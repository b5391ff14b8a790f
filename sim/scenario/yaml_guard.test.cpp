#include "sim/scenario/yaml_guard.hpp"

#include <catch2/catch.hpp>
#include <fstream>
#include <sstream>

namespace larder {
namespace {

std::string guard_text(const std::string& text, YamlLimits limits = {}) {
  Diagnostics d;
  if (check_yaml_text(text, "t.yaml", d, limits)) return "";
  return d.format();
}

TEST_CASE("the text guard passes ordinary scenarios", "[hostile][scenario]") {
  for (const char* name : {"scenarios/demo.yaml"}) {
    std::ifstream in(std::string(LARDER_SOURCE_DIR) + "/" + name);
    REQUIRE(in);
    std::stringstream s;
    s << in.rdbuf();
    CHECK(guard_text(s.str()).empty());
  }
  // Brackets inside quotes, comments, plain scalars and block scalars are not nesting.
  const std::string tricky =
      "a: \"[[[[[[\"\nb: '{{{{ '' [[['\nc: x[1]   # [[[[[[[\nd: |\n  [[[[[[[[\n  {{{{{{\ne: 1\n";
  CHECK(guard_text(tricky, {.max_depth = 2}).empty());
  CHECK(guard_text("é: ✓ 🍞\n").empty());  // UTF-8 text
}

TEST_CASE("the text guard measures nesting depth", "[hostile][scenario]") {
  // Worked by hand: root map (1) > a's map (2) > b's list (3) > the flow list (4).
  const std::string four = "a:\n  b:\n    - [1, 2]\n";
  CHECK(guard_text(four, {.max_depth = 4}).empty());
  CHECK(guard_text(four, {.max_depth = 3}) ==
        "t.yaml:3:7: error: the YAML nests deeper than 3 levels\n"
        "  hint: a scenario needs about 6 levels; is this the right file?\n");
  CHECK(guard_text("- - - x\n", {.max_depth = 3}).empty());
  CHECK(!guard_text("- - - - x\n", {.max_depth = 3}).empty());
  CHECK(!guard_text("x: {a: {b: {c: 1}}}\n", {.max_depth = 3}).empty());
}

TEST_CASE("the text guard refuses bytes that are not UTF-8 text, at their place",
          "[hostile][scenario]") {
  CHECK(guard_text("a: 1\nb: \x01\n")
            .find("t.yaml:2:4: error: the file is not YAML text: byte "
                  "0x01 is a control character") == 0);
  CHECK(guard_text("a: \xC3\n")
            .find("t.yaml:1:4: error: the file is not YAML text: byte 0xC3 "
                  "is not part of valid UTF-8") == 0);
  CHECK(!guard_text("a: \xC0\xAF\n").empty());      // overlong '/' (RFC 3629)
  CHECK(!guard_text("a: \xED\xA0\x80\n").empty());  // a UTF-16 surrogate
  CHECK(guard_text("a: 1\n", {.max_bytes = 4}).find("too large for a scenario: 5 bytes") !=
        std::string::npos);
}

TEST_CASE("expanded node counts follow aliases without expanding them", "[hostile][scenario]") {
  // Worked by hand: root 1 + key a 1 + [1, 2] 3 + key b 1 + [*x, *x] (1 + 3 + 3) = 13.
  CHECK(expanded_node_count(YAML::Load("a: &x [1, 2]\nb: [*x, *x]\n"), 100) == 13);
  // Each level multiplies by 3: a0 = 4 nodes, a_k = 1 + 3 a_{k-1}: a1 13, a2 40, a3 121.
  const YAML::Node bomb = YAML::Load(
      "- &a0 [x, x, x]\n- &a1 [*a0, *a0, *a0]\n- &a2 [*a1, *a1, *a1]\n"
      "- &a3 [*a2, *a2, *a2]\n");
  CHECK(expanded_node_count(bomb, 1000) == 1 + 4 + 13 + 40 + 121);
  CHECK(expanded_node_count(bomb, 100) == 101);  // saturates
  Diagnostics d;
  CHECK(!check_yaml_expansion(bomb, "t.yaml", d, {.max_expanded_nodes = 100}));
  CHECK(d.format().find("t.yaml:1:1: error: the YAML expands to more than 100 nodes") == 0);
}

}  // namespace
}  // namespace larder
--------
== YOUR ASSIGNMENT ==
When you repeat the lines, start with the first line of the material and end with the line that contains "text guard passes", keeping both and reproducing each exactly, with nothing added.

== SOLUTION FOR THIS TASK ==
repository b5391ff14b8a790f
filename sim/scenario/yaml_guard.test.cpp
#include "sim/scenario/yaml_guard.hpp"

#include <catch2/catch.hpp>
#include <fstream>
#include <sstream>

namespace larder {
namespace {

std::string guard_text(const std::string& text, YamlLimits limits = {}) {
  Diagnostics d;
  if (check_yaml_text(text, "t.yaml", d, limits)) return "";
  return d.format();
}

TEST_CASE("the text guard passes ordinary scenarios", "[hostile][scenario]") {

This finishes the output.